Dertan tahu bahwa Sarel membencinya, dia juga sering memberikan banyak luka padanya. Seakan-akan Dertan pantas untuk mendapatkannya. Hanya saja, kali ini lebih menyakitkan.

Kakak tirinya itu tiba-tiba datang ke kamarnya, dan mengacak-acak semua barang yang ada. Bahkan merobek sebuah foto milik ibunya, Dertan berusaha untuk menjaganya dengan baik. Tapi Sarel justru merobeknya, menjadi robekan kecil yang bahkan tak tersisa.

Dertan sudah tidak tahan lagi, dia berusaha untuk tidak melawan. Hanya karena Dertan tidak ingin terlalu banyak berdebat, dengan alasan yang sama. Di sini dia telah menemukan tempat berpulangnya, walaupun sepenuhnya tidak pernah nyaman.

"Bisa kau keluar dari kamarku? Selama ini aku bukannya tidak bisa marah. Dan bukan karena aku menerima semua perlakuan buruk dari kakak, aku cuma ingin hidup dengan tenang. Tanpa perlu membenci seorangpun di hidupku. Tapi kenapa kakak ngebuat semuanya jadi berantakan. Apa salahku? Kenapa kakak ngelakuin hal kayak gini!" Bentak Dertan dengan matanya yang berkaca-kaca.
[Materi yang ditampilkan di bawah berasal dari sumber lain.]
def _translate(
    error: Any,
    base: KeyPath,
    locator: Callable[[KeyPath], Location],
) -> InputError:
    rel = tuple(error.absolute_path)
    path = base + rel

    def _where(where_path: KeyPath) -> str:
        shown = locator(where_path).key
        return f"'{shown}'" if shown else "the top level"

    kind = error.validator
    instance = error.instance
    schema = error.schema if isinstance(error.schema, dict) else {}
    expected = _expected(schema)

    if "propertyNames" in error.absolute_schema_path and isinstance(instance, str):
        want = expected or f"a key matching {error.validator_value}"
        return InputError.at(
            locator(path + (instance,)),
            f"'{instance}' is not allowed as a key in {_where(path)}; expected {want}",
        )
    if kind == "additionalProperties" and isinstance(instance, dict):
        allowed = set(schema.get("properties", {}))
        patterns = schema.get("patternProperties", {})
        extras = [
            k for k in instance
            if k not in allowed and not any(re.search(p, k) for p in patterns)
        ]
        # the first unknown key in the file
        extras.sort(key=lambda k: _order(locator(path + (k,))))
        key = extras[0] if extras else "?"
        hint = suggestion(key, allowed)
        if not hint and allowed:
            hint = f"; allowed keys here: {', '.join(sorted(allowed))}"
        return InputError.at(
            locator(path + (key,)), f"unknown key '{key}' in {_where(path)}{hint}"
        )
    if kind == "required" and isinstance(instance, dict):
        missing = [k for k in error.validator_value if k not in instance]
        key = missing[0] if missing else "?"
        hint = ""
        known = schema.get("properties", {})
        near = did_you_mean(key, [k for k in instance if isinstance(k, str) and k not in known])
        what = f"; expected {expected}" if expected else ""
        if near:
            return InputError.at(
                locator(path + (near,)),
                f"'{near}' is not a key here; did you mean '{key}'? ('{key}' is required in "
                f"{_where(path)}){what}",
            )
        return InputError.at(
            locator(path), f"missing required key '{key}' in {_where(path)}{what}"
        )
    if kind == "type":
        want = expected or _schema_type_text(error.validator_value)
        return InputError.at(
            locator(path),
            f"expected {want} for {_leaf(path)}, found {_found(instance)}",
        )
    if kind == "enum":
        options = [o for o in error.validator_value]
        listed = ", ".join(repr(o) if isinstance(o, str) else str(o) for o in options)
        hint = suggestion(instance, [o for o in options if isinstance(o, str)]) if isinstance(
            instance, str) else ""
        return InputError.at(
            locator(path),
            f"{show_value(instance)} is not allowed for {_leaf(path)}; expected one of "
            f"{listed}{hint}",
        )
    if kind == "const":
        return InputError.at(
            locator(path),
            f"expected {show_value(error.validator_value)} for {_leaf(path)}, found "
            f"{_found(instance)}",
        )
    bounds = {
        "minimum": ">=", "exclusiveMinimum": ">", "maximum": "<=", "exclusiveMaximum": "<",
    }
    if kind in bounds:
        what = f" ({expected})" if expected else ""
        return InputError.at(
            locator(path),
            f"{_leaf(path)} must be {bounds[kind]} {error.validator_value}{what}, found "
            f"{show_value(instance)}",
        )
    if kind in ("minItems", "maxItems"):
        word = "at least" if kind == "minItems" else "at most"
        n = error.validator_value
        return InputError.at(
            locator(path),
            f"{_leaf(path)} needs {word} {n} item{'s' if n != 1 else ''}, found "
            f"{len(instance) if isinstance(instance, list) else '?'}",
        )
    if kind in ("minProperties", "maxProperties"):
        word = "at least" if kind == "minProperties" else "at most"
        return InputError.at(
            locator(path), f"{_where(path)} needs {word} {error.validator_value} key(s)"
        )
    if kind in ("minLength", "maxLength"):
        word = "at least" if kind == "minLength" else "at most"
        return InputError.at(
            locator(path),
            f"{_leaf(path)} must be {word} {error.validator_value} characters long",
        )
    if kind == "pattern":
        want = expected or f"text matching {error.validator_value}"
        return InputError.at(
            locator(path), f"{show_value(instance)} for {_leaf(path)} is not {want}"
        )
    if kind == "propertyNames":
        return InputError.at(locator(path), f"bad key name in {_where(path)}: {error.message}")
    if kind in ("oneOf", "anyOf") and isinstance(instance, dict):
        for option in error.validator_value:
            props = option.get("properties") if isinstance(option, dict) else None
            if props and instance and set(instance) <= set(props):
                missing = [k for k in option.get("required", []) if k not in instance]
                if missing:
                    return InputError.at(
                        locator(path),
                        f"missing key '{missing[0]}' in {_leaf(path)}; a table with "
                        f"{', '.join(sorted(instance))} needs {', '.join(option['required'])}",
                    )
    if kind in ("oneOf", "anyOf", "not", "if", "then"):
        want = expected or "a value of another form"
        hint = ""
        if isinstance(instance, str) and isinstance(error.validator_value, list):
            words: list[str] = []
            for option in error.validator_value:
                if isinstance(option, dict):
                    if isinstance(option.get("const"), str):
                        words.append(option["const"])
                    words.extend(w for w in option.get("enum", []) if isinstance(w, str))
            hint = suggestion(instance, words)
        return InputError.at(
            locator(path),
            f"{_found(instance)} for {_leaf(path)} does not fit; expected {want}{hint}",
        )
    return InputError.at(locator(path), f"{_where(path)}: {error.message}")


def _order(location: Location) -> tuple[int, int]:
    return (location.line or 0, location.column or 0)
Tangannya juga terkepal kuat, dia benar-benar tidak ingin diam saja. Selama dia diam, Sarel menganggapnya lemah karena tak memberikan perlawanan.

"Jadi hanya karena foto kayak gini kau marah? Lagian foto usang yang nggak seharusnya di jaga," katanya dengan sangat santai. Seakan-akan hal itu pantas sekali untuk dikatakannya.

Bugh!

Dertan tidak mampu menahan emosinya lagi, dia melayangkan pukulannya tepat mengenai wajah Sarel. Anak itu langsung jatun tersungkur, dan meringis kesakitan. Tangannya masih terkepal, hendak melayangkan pukulannya lagi jika Galih jika datang untuk menengahi.

"Aden, udah jangan dilanjutkan."

"Kenapa kau bilang foto itu nggak berharga? Kau pikir aku akan tinggal diam. Di balik foto itu, terdapat kenangan dari ibuku. Senyuman ibuku abadi di balik selembar foto, tapi kau merobeknya tanpa bersisa sama sekali. Kau pikir aku akan diam aja gitu? Nggak akan!" Ucap Dertan yang terus memberontak.

Karena kejadian yang menimbulkan keributan itu, Sakta yang mendengarnya langsung menuju ke sumber suara. Dia mendapati Dertan yang di tahan oleh Galih, sementara Sarel yang merintih kesakitan dengan wajahnya yang lebam.

Sudah dapat Sakta ketahui apa yang terjadi, dia pun mendekat pada Sarel. Menyuruh anak itu untuk segera pergi keluar, memerintahkan Galih untuk mengantarkannya dan juga mengobati lukanya itu.

Kemudian Sakta beralih pada Dertan, yang kini jatuh bertumpu sambil menangis sesenggukan. Entah apa yang di terjadi, Sakta hanya tahu jika sebuah amarah baru saja terlampiaskan.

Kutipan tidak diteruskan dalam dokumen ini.